### SUPPLIED DATA

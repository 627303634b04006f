"""A station file for planning and loading tests: the virtual bench's template with instrument
resources nobody opens."""

from __future__ import annotations

import json
from pathlib import Path

from rig.sim.bench import STATION_TEMPLATE


def offline_station_text(name: str, fixture: Path, data_dir: Path) -> str:
    """Station-file text naming ``fixture``, with a DMM, supply and relay box that are never
    reached (planning and validation only)."""
    return STATION_TEMPLATE.format(
        name=name,
        fixture=json.dumps(str(fixture)),
        line="50 Hz",
        data_dir=json.dumps(str(data_dir)),
        dmm="TCPIP::127.0.0.1::1::SOCKET",
        supply="TCPIP::127.0.0.1::2::SOCKET",
        relays="/dev/null",
    )
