def test_limits_draws_the_element_class_and_proposes_a_tolerance_in_ohm(
    tmp_path: Path, capsys: pytest.CaptureFixture[str]
) -> None:
    """The deviation of good elements from the curve spreads over their class: the proposed
    +- tolerance (at 100 ppm) must at least reach class B at the coldest ambient (15 degC), and
    not exceed it at the hottest (35 degC) by more than the reference probe's class A and the
    meter can add."""
    unit, sequence = pt1000_files(tmp_path)
    code = main(["limits", str(sequence), "--unit", str(unit), "--samples", "20000", "--json"])
    assert code == 0
    found = json.loads(capsys.readouterr().out)
    [step] = [s for s in found["steps"] if s["id"] == "element"]
    assert (step["figure_unit"], step["form"]) == ("ohm", "tolerance")
    proposed = step["proposed"]["high"]
    assert proposed == pytest.approx(-step["proposed"]["low"], rel=1e-6)
    class_b_cold = (0.30 + 0.005 * 15) * pt_slope(1000.0, 15.0)
    class_b_hot = (0.30 + 0.005 * 35) * pt_slope(1000.0, 35.0)
    # the present class B at the well temperatures the drawn units read: 15 to 35 degC, give
    # or take the probe's class A and the meter (0.2 degC, 0.02 ohm/degC of class B: 0.004 ohm)
    present = step["present"]
    assert present["tolerance_class"] == "B"
    assert present["narrowest"] == pytest.approx(class_b_cold, abs=0.01)
    assert present["widest"] == pytest.approx(class_b_hot, abs=0.01)
    probe_a_hot = (0.15 + 0.002 * 35) * pt_slope(1000.0, 35.0)  # the probe's error moves R(T)
    meter = 0.5  # well above the virtual bench's 4-wire error at 1 kohm (its accuracy table)
    assert class_b_cold < proposed < class_b_hot + probe_a_hot + meter
    assert step["toml"] == {"tolerance": f"{proposed:g} ohm"}
    assert any("sensors.element" in d["what"] and "class B" in d["spread"] for d in found["draws"])


def test_a_unit_rtd_sensor_off_its_curve_is_refused(tmp_path: Path) -> None:
    unit, _ = pt1000_files(tmp_path)
    unit.write_text(
        unit.read_text().replace('tolerance_class = "B"', 'temperature = "900 degC"'), "utf-8"
    )
    code = main(["check", "--unit", str(unit)])
    assert code == EXIT_BAD_INPUT


def test_diagnosis_reads_an_element_inside_its_class_as_a_good_unit(tmp_path: Path) -> None:
    # +0.12 % is 1.3 ohm at 23 degC, inside class B's 1.61 ohm (computed above from IEC 60751):
    # a good part, whose run passes; the good unit must lead, not a fitted drift
    from rig.analysis.diagnose import diagnose_run
    from rig.store import ResultStore

    unit_path, sequence = pt1000_files(tmp_path)
    unit = load_unit(unit_path)
    faults = parse_faults(["drift:element=+0.12%"], unit)
    with VirtualBench(unit, load_fixture(unit.fixture_path), faults=faults) as bench:
        station = bench.write_station(tmp_path / "station.toml", data_dir=str(tmp_path / "data"))
        plan = load_plan(sequence, station)
        store = ResultStore(tmp_path / "runs.sqlite")
        run = run_plan(plan, "PT-2", store=store)
        assert run.verdict.value == "pass"
        found = diagnose_run(store, run.run_id, unit, plan)
        store.close()
    top = found.hypotheses[0]
    assert top.spec == "none" and top.probability > 0.5, found.hypotheses[:2]


def test_stats_sums_a_class_judged_step_in_percent_of_its_tolerance() -> None:
    """Class B limits at 15, 23 and 71.5 degC (IEC 60751, by hand above; a room and a hot well):
    their width in ohm moves with T, 1.7 times over these, so no offset or ratio holds; the runs
    make one row, in % of each run's own tolerance, with limits at -100 and 100, and each
    deviation over its own half-width."""
    from rig.stats.from_store import SHARE, model_step_stats

    rows = []
    for temp, off in ((15.0, 0.4), (23.0, -0.8), (71.5, 1.2)):
        predicted = pt_r(1000.0, temp)
        half = (0.30 + 0.005 * temp) * pt_slope(1000.0, temp)
        row = (predicted + off, predicted, predicted - half, predicted + half, 0.9, 1, "pass")
        rows.append(("pt1000-screen", "element", "ohm", *row, "complete", 0))
    [found] = model_step_stats(rows)
    assert (found.unit, found.low, found.high, found.n) == (SHARE, -100.0, 100.0, 3)
    shares = [
        off / ((0.30 + 0.005 * t) * pt_slope(1000.0, t)) * 100
        for t, off in ((15.0, 0.4), (23.0, -0.8), (71.5, 1.2))
    ]
    assert found.mean == pytest.approx(sum(shares) / 3, rel=1e-9)


def test_stats_of_runs_on_the_bench_give_one_row_for_the_class_judged_step(
    tmp_path: Path, capsys: pytest.CaptureFixture[str]
) -> None:
    unit_path, sequence = pt1000_files(tmp_path)
    unit = load_unit(unit_path)
    with VirtualBench(unit, load_fixture(unit.fixture_path)) as bench:
        station = bench.write_station(tmp_path / "station.toml", data_dir=str(tmp_path / "data"))
        for serial in ("PT-1", "PT-2", "PT-3"):
            assert main(["run", str(sequence), "--station", str(station), "--serial", serial,
                         "--yes", "--json"]) == 0  # fmt: skip
    capsys.readouterr()
    assert main(["stats", "--station", str(station), "--json"]) == 0
    found = json.loads(capsys.readouterr().out)
    rows = [s for s in found["steps"] if s["step_id"] == "element"]
    assert [(r["unit"], r["n"]) for r in rows] == [("% of tolerance", 3)]


def test_check_warns_of_an_rtd_step_whose_r0_is_none_of_the_units_sensors(
    tmp_path: Path, capsys: pytest.CaptureFixture[str]
) -> None:
    """A Pt1000 judged with a Pt100's r0 (the step's default): the range held for R(T) of a
    Pt100 overloads on the Pt1000, and a good unit fails.  rig check with the unit says so."""
    unit_path, sequence = pt1000_files(tmp_path)
    unit = load_unit(unit_path)
    with VirtualBench(unit, load_fixture(unit.fixture_path)) as bench:
        station = bench.write_station(tmp_path / "station.toml", data_dir=str(tmp_path / "data"))
        check = ["check", str(sequence), "--station", str(station), "--unit", str(unit_path)]
        assert main(check) == 0
        assert "warning" not in capsys.readouterr().out
        sequence.write_text(sequence.read_text().replace('r0 = "1000 ohm"\n', ""), "utf-8")
        assert main(check) == 0
    out = capsys.readouterr().out
    line = f"{unit_path}:"
    assert "step element judges an RTD with r0 = 100 ohm" in out
    assert "[sensors.element] r0 = 1000 ohm at " + line in out


@pytest.mark.parametrize("drift", ["-0.5%", "+0.3%"])
def test_diagnosis_fits_an_rtd_drift_well_under_one_percent(tmp_path: Path, drift: str) -> None:
    """0.3 % on a Pt1000 at 23 degC is 3.3 ohm, twice class B's 1.61 ohm (by hand above): the run
    fails, and the diagnosis must offer the drift, not a good unit.  Read 4-wire at the fixture,
    a lead's series resistance reads as an upward drift, so upward it may share the lead."""
    from rig.analysis.diagnose import diagnose_run
    from rig.store import ResultStore

    unit_path, sequence = pt1000_files(tmp_path)
    unit = load_unit(unit_path)
    faults = parse_faults([f"drift:element={drift}"], unit)
    with VirtualBench(unit, load_fixture(unit.fixture_path), faults=faults) as bench:
        station = bench.write_station(tmp_path / "station.toml", data_dir=str(tmp_path / "data"))
        plan = load_plan(sequence, station)
        store = ResultStore(tmp_path / "runs.sqlite")
        run = run_plan(plan, "PT-3", store=store)
        assert run.verdict.value == "fail"
        found = diagnose_run(store, run.run_id, unit, plan)
        store.close()
    top = found.hypotheses[0]
    named = [top.spec.split("=")[0], *(s.split("=")[0] for s in top.same_as)]
    assert top.spec != "none" and "drift:element" in named, found.hypotheses[:3]


def test_check_gives_an_rtd_step_its_tur_before_any_run(
    tmp_path: Path, capsys: pytest.CaptureFixture[str]
) -> None:
    """At a stated 23 degC (taken as exact) the U is the meter's alone, at the upper limit on the
    10 kohm range the plan holds: the virtual station's 4-wire row is 0.010 % of reading + 0.001 %
    of range, a rectangular bound (GUM 4.3.7: u = a / sqrt(3)), k = 2; the window is class B
    through the slope (IEC 60751), and TUR = span / (2 U)."""
    unit_path, sequence = pt1000_files(tmp_path)
    text = sequence.read_text().replace('temperature_from = "well"', 'temperature = "23 degC"')
    sequence.write_text(text, encoding="utf-8")
    unit = load_unit(unit_path)
    with VirtualBench(unit, load_fixture(unit.fixture_path)) as bench:
        station = bench.write_station(tmp_path / "station.toml", data_dir=str(tmp_path / "data"))
        check = ["check", str(sequence), "--station", str(station), "--unit", str(unit_path)]
        assert main(check) == 0
    out = capsys.readouterr().out
    predicted = pt_r(1000.0, 23.0)
    half = (0.30 + 0.005 * 23.0) * pt_slope(1000.0, 23.0)
    high = predicted + half
    expanded = 2 * (0.010e-2 * high + 0.001e-2 * 10_000) / 3**0.5
    tur = 2 * half / (2 * expanded)
    row = next(line for line in out.splitlines() if line.startswith("element "))
    assert f"{expanded * 1000:.4g} mohm" in row, (row, expanded)
    assert f"{tur:.1f}:1" in row, (row, tur)


def test_a_class_written_in_lower_case_is_refused_with_the_spelling_meant(tmp_path: Path) -> None:
    # IEC 60751 writes its classes in capitals (AA, A, B); 'b' is a slip of 'B'
    _, sequence = pt1000_files(tmp_path, 'tolerance_class = "b"')
    with pytest.raises(ConfigError) as caught:
        load_sequence(sequence)
    [problem] = caught.value.problems
    assert str(problem).endswith("expected one of 'AA', 'A', 'B', found 'b'; did you mean 'B'?")


# The temperatures IEC 60751:2008 (Table 1) gives each tolerance class for (from memory, not
# confirmed in the document): wire-wound AA -50..+250, A -100..+450, B -196..+600 degC; film
# AA 0..+150, A -30..+300, B -50..+500 degC.  rig knows no element's construction, so it holds
# the wider (wire-wound) span against the class and says the film one is narrower.
AA_WIRE_WOUND, AA_FILM = "-50 to 250 degC", "0 to 150 degC"


def _probe_class_aa(station: Path) -> None:
    text = station.read_text(encoding="utf-8")
    station.write_text(text.replace('tolerance_class = "A"', 'tolerance_class = "AA"'), "utf-8")


def test_check_warns_of_a_class_applied_outside_its_span(
    tmp_path: Path, capsys: pytest.CaptureFixture[str]
) -> None:
    """Class AA at a stated 400 degC, and the station's class AA probe in a well whose limits
    reach -60 degC: both outside what IEC 60751 gives class AA for; warned, not refused.  Class B
    at 400 degC is within its span: nothing said of it."""
    unit_path, sequence = pt1000_files(tmp_path, 'tolerance_class = "AA"')
    text = sequence.read_text().replace('temperature_from = "well"', 'temperature = "400 degC"')
    sequence.write_text(text.replace('low = "10 degC"', 'low = "-60 degC"'), encoding="utf-8")
    unit = load_unit(unit_path)
    with VirtualBench(unit, load_fixture(unit.fixture_path)) as bench:
        station = bench.write_station(tmp_path / "station.toml", data_dir=str(tmp_path / "data"))
        _probe_class_aa(station)
        check = ["check", str(sequence), "--station", str(station)]
        assert main(check) == 0
        out = capsys.readouterr().out.splitlines()
        warned = [line for line in out if line.startswith("warning:") and "class AA" in line]
        sequence.write_text(text.replace('"AA"', '"B"'), encoding="utf-8")
        station.write_text(station.read_text().replace('"AA"', '"A"'), encoding="utf-8")
        assert main(check) == 0
        assert "is judged at" not in capsys.readouterr().out
    element = next(line for line in warned if line.startswith("warning: step element:"))
    assert "class AA is judged at 400 degC" in element
    assert AA_WIRE_WOUND in element and f"film element's span is narrower, {AA_FILM}" in element
    well = next(line for line in warned if line.startswith("warning: step well:"))
    assert "the station's reference probe: class AA is judged at -60 degC" in well
    assert "40 degC" not in well  # the upper limit is within the span
    assert len(warned) == 2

######

§ **TASK REQUIREMENTS**
Which of the lines above carry the string "deviation"? Copy every one.

§ **YOUR SOLUTION**
    """The deviation of good elements from the curve spreads over their class: the proposed
    deviation over its own half-width."""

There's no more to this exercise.